Off the highway, the scenes became more surreal. The streets are almost empty and the city is eerily quiet. Trees are down almost everywhere you look. We saw boats that had been beached by water on the median on Carrolton. Audubon Park is an army camp now, full of humvees and giant troop trucks. Soldiers were everywhere checking houses and apartment buildings for the living and the dead.

We did not linger at any stop. The buildings were checked quickly for damage and we took the scrolls out and moved on. At each stop Rabbi Martha tagged the scrolls so that later, when the Sifrei Torah go home again, it will be easy to determine where they belong.

It was terribly sad to take the Torah’s away from where they belong.

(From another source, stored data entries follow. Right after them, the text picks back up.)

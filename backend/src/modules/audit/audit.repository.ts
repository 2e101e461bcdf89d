import { Injectable } from '@nestjs/common';
import { and, count, desc, eq, type SQL } from 'drizzle-orm';
import { DbService } from '../../db/db.service.js';
import type { Executor } from '../../db/database.js';
import { auditLog } from '../../db/schema/index.js';

export type AuditEntry = typeof auditLog.$inferInsert;
export type AuditRow = typeof auditLog.$inferSelect;

@Injectable()
export class AuditRepository {
  constructor(private readonly database: DbService) {}

  async insert(entry: AuditEntry, executor: Executor = this.database.db): Promise<void> {
    await executor.insert(auditLog).values(entry);
  }

  async list(filter: { entityType?: string; entityId?: string; docSetId?: string }, offset: number, limit: number) {
    const conditions: SQL[] = [];
    if (filter.entityType) conditions.push(eq(auditLog.entityType, filter.entityType));
    if (filter.entityId) conditions.push(eq(auditLog.entityId, filter.entityId));
    if (filter.docSetId) conditions.push(eq(auditLog.docSetId, filter.docSetId));
    const where = conditions.length ? and(...conditions) : undefined;
    const db = this.database.db;
    const rows = await db.select().from(auditLog).where(where).orderBy(desc(auditLog.at), desc(auditLog.id)).offset(offset).limit(limit);
    const [{ value }] = await db.select({ value: count() }).from(auditLog).where(where);
    return { rows, total: value };
  }
}
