import { randomUUID } from 'node:crypto';
import { type BeforeApplicationShutdown, Inject, Injectable, Logger, type OnApplicationBootstrap } from '@nestjs/common';
import type { ListResult } from '@linkloom/shared';
import { APP_CONFIG, type AppConfig } from '../../config/app-config.js';
import { AppError, notFound } from '../../common/app-error.js';
import type { Executor } from '../../db/database.js';
import { LocalMailboxServer } from './local-mailbox.server.js';
import { isPlainAddress, singleLineHeaders, singleLineSubject } from './mail-address.js';
import { MailDeliveryError, MailTransport } from './mail-transport.js';
import { MailboxRepository } from './mailbox.repository.js';
import { type NewOutboxMessage, OutboxRepository, type OutboxRow } from './outbox.repository.js';

/** What other modules hand to `enqueue`. */
export type { NewOutboxMessage };

const MAX_ATTEMPTS = 8;
const MAX_BACKOFF_MS = 3_600_000;

/**
 * The durable outbox: `enqueue` inside the caller's transaction, a sender that delivers due messages with
 * exponential backoff (temporary failures retried, permanent ones marked failed for admins to see).
 */
@Injectable()
export class MailService implements OnApplicationBootstrap, BeforeApplicationShutdown {
  private readonly logger = new Logger('Mail');
  private transport: MailTransport | null = null;
  private mailbox: LocalMailboxServer | null = null;
  private timer: NodeJS.Timeout | null = null;
  private delivering: Promise<number> | null = null;

  constructor(
    private readonly outbox: OutboxRepository,
    private readonly mailboxMessages: MailboxRepository,
    @Inject(APP_CONFIG) private readonly config: AppConfig,
  ) {}

  get usesLocalMailbox(): boolean {
    return !this.config.smtpUrl;
  }

  async onApplicationBootstrap(): Promise<void> {
    const requeued = await this.outbox.requeueInterrupted();
    if (requeued)
      this.logger.warn(`${requeued} message(s) were being sent when the server stopped; they will be sent again with the same Message-ID.`);
    if (this.config.smtpUrl) {
      this.transport = new MailTransport(this.config.smtpUrl);
    } else {
      this.mailbox = new LocalMailboxServer(this.mailboxMessages);
      const port = await this.mailbox.start(this.config.mailboxPort);
      this.transport = new MailTransport({ host: '127.0.0.1', port });
    }
    this.timer = setInterval(() => void this.deliverDue().catch((e) => this.logger.error(String(e))), this.config.mailPollMs);
    this.timer.unref();
  }

  async beforeApplicationShutdown(): Promise<void> {
    if (this.timer) clearInterval(this.timer);
    await this.delivering?.catch(() => undefined);
    this.transport?.close();
    await this.mailbox?.stop();
  }

  /** Writes messages to the outbox; pass the transaction of the event that causes them. Returns their ids. */
  async enqueue(messages: NewOutboxMessage[], executor?: Executor): Promise<string[]> {
    const rows = messages
      .filter((m) => {
        const ok = isPlainAddress(m.toAddress);
        if (!ok)
          this.logger.warn(`Skipped an e-mail to an address that is not a plain address: ${JSON.stringify(m.toAddress).slice(0, 80)}`);
        return ok;
      })
      .map(({ dedupeKey, ...m }) => {
        const id = randomUUID();
        const key = dedupeKey ? dedupeKey.replace(/[^A-Za-z0-9.-]/g, '-').slice(0, 120) : id;
        return {
          ...m,
          id,
          messageId: `<${key}@linkloom.local>`,
          subject: singleLineSubject(m.subject),
          headers: singleLineHeaders(m.headers),
        };
      });
    await this.outbox.insert(rows, executor);
    return rows.map((r) => r.id);
  }

  /** Delivers what is due now; one delivery pass at a time. Returns how many were sent. */
  deliverDue(): Promise<number> {
    this.delivering ??= this.deliverPass().finally(() => (this.delivering = null));
    return this.delivering;
  }

  private async deliverPass(): Promise<number> {
    if (!this.transport) return 0;
    let sent = 0;
    for (const row of await this.outbox.claimDue(20)) {
      if (await this.deliver(row)) sent++;
    }
    return sent;
  }

  private async deliver(row: OutboxRow): Promise<boolean> {
    try {
      await this.transport!.send({
        messageId: row.messageId,
        from: this.config.mailFrom,
        to: row.toAddress,
        subject: row.subject,
        text: row.text,
        html: row.html,
        headers: row.headers,
      });
      await this.outbox.markSent(row.id);
      return true;
    } catch (error) {
      const message = error instanceof Error ? error.message : String(error);
      const permanent = error instanceof MailDeliveryError && error.permanent;
      if (permanent || row.attempts >= MAX_ATTEMPTS) {
        await this.outbox.markFailed(row.id, message);
        this.logger.error(`E-mail ${row.messageId} to ${row.toAddress} failed for good: ${message}`);
      } else {
        const delay = Math.min(MAX_BACKOFF_MS, this.config.mailRetryBaseSeconds * 1000 * 2 ** (row.attempts - 1));
        await this.outbox.markRetry(row.id, message, new Date(Date.now() + delay));
      }
      return false;
    }
  }

  async listOutbox(
    status: OutboxRow['status'] | undefined,
    page: number,
    pageSize: number,
  ): Promise<ListResult<Omit<OutboxRow, 'text' | 'html' | 'headers'>>> {
    const { rows, total } = await this.outbox.list(status, (page - 1) * pageSize, pageSize);
    // The outbox list shows delivery state; bodies and header lines are read from the mailbox message.
    return { items: rows.map(({ text: _t, html: _h, headers: _l, ...rest }) => rest), total, page, pageSize };
  }

  async listMailbox(page: number, pageSize: number) {
    this.requireMailbox();
    const { rows, total } = await this.mailboxMessages.list((page - 1) * pageSize, pageSize);
    return {
      items: rows.map((r) => ({
        id: r.id,
        messageId: r.messageId,
        from: r.fromAddress,
        to: r.toAddresses,
        subject: r.subject,
        receivedAt: r.receivedAt.toISOString(),
      })),
      total,
      page,
      pageSize,
    };
  }

  async getMailboxMessage(id: string) {
    this.requireMailbox();
    const row = await this.mailboxMessages.findById(id);
    if (!row) throw notFound('The message');
    return {
      id: row.id,
      messageId: row.messageId,
      from: row.fromAddress,
      to: row.toAddresses,
      subject: row.subject,
      receivedAt: row.receivedAt.toISOString(),
      headers: row.headers,
      text: row.text,
      html: row.html,
    };
  }

  private requireMailbox(): void {
    if (!this.usesLocalMailbox) {
      throw new AppError(
        404,
        'MAILBOX_OFF',
        'The local mailbox is off because mail goes through SMTP_URL; read the messages in that mail system.',
      );
    }
  }
}
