/**
 * One definition per count of a run, over the run's stored findings (docs/metrics.md). The run summary, the
 * lists, the CSV and the digest all count through these predicates, so two screens can never disagree.
 * Lists count distinct pages: a page that is both an orphan and unreachable is one page that needs links.
 */

/** The per-page findings of a run, as the analysis produces and the database stores them. */
export interface PageFindingFlags {
  readonly orphan: boolean;
  readonly reachable: boolean;
  readonly deep: boolean;
  readonly deadEnd: boolean;
  /** null for the entry pages' part of the graph and for isolated pages. */
  readonly islandId: number | null;
  readonly inboundCount: number;
  readonly outboundCount: number;
}

/** docs/metrics.md "Pages that need links": orphan, unreachable or deep, each page once. */
export function needsLinks(page: PageFindingFlags): boolean {
  return page.orphan || !page.reachable || page.deep;
}

/** docs/metrics.md "Isolated pages": no link to or from another page of the doc set. */
export function isIsolated(page: Pick<PageFindingFlags, 'inboundCount' | 'outboundCount'>): boolean {
  return page.inboundCount === 0 && page.outboundCount === 0;
}

export interface PageFindingCounts {
  orphans: number;
  deadEnds: number;
  unreachable: number;
  deepPages: number;
  pagesNeedingLinks: number;
  isolatedPages: number;
  /** Groups of two or more pages (docs/metrics.md "Islands"), not the pages in them. */
  islands: number;
}

export function pageFindingCounts(pages: Iterable<PageFindingFlags>): PageFindingCounts {
  const counts = { orphans: 0, deadEnds: 0, unreachable: 0, deepPages: 0, pagesNeedingLinks: 0, isolatedPages: 0, islands: 0 };
  const islandIds = new Set<number>();
  for (const page of pages) {
    if (page.orphan) counts.orphans++;
    if (page.deadEnd) counts.deadEnds++;
    if (!page.reachable) counts.unreachable++;
    if (page.deep) counts.deepPages++;
    if (needsLinks(page)) counts.pagesNeedingLinks++;
    if (isIsolated(page)) counts.isolatedPages++;
    if (page.islandId !== null) islandIds.add(page.islandId);
  }
  counts.islands = islandIds.size;
  return counts;
}

/** Links of a snapshot counted by status, and whether the target is a file rather than a page. */
export interface LinkStatusCount {
  readonly status: string;
  readonly targetIsAsset: boolean;
  readonly count: number;
}

export interface LinkFindingCounts {
  links: number;
  internalLinks: number;
  externalLinks: number;
  brokenLinks: number;
  brokenAnchors: number;
  brokenAssets: number;
  unsafeLinks: number;
  ambiguousLinks: number;
  redirectedLinks: number;
  outOfScopeLinks: number;
}

/** docs/metrics.md "Broken links": a missing page; a missing image or PDF is a broken asset, counted apart. */
export function isBrokenPageLink(link: Pick<LinkStatusCount, 'status' | 'targetIsAsset'>): boolean {
  return link.status === 'broken' && !link.targetIsAsset;
}

/** docs/metrics.md "Broken anchors": the page exists, the heading or id does not. */
export function isBrokenAnchor(link: Pick<LinkStatusCount, 'status'>): boolean {
  return link.status === 'broken-anchor';
}

export function linkFindingCounts(links: readonly LinkStatusCount[]): LinkFindingCounts {
  const sum = (pick: (l: LinkStatusCount) => boolean) => links.filter(pick).reduce((total, l) => total + l.count, 0);
  return {
    links: sum(() => true),
    internalLinks: sum((l) => l.status !== 'external' && l.status !== 'out-of-scope' && l.status !== 'unsafe'),
    externalLinks: sum((l) => l.status === 'external'),
    brokenLinks: sum(isBrokenPageLink),
    brokenAnchors: sum(isBrokenAnchor),
    brokenAssets: sum((l) => l.status === 'broken' && l.targetIsAsset),
    unsafeLinks: sum((l) => l.status === 'unsafe'),
    ambiguousLinks: sum((l) => l.status === 'ambiguous'),
    redirectedLinks: sum((l) => l.status === 'redirected'),
    outOfScopeLinks: sum((l) => l.status === 'out-of-scope'),
  };
}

But to leave them there would have been worse. The Torah in our tradition is as close to a living being as an inanimate object can get. Torah scrolls are almost like living teachers. They should not be alone in empty synagogues.

In all, we gathered about 25 Torah scrolls. We wrapped them carefully in talitot for the trip back to Baton Rouge. Everyone understood the holiness of our task. We were quiet and deliberate in our work. There was reverence for the Sifrei Torah and for the stricken city.

When we got back to Beth Shalom, services had just ended. The chevre ran out to help us bring in the scrolls. Some children got to carry in the smaller Sifrei Torah. A number of the scrolls are bound for Houston Others will stay in the arks of Beth Shalom and B’nai Israel until called for.

I was honored to take part in this great mitzvah. It was surely one of the most important things I have ever done in my life.

2 Comments:

Anonymous Anonymous said...

Chazak. Rabbi, you and your congregation are a real inspiration. I wish that thousands of people were made aware of this great work.

9/12/2005 4:30 PM  
Anonymous Anonymous said...

They will! I am telling everybody I know about this blog.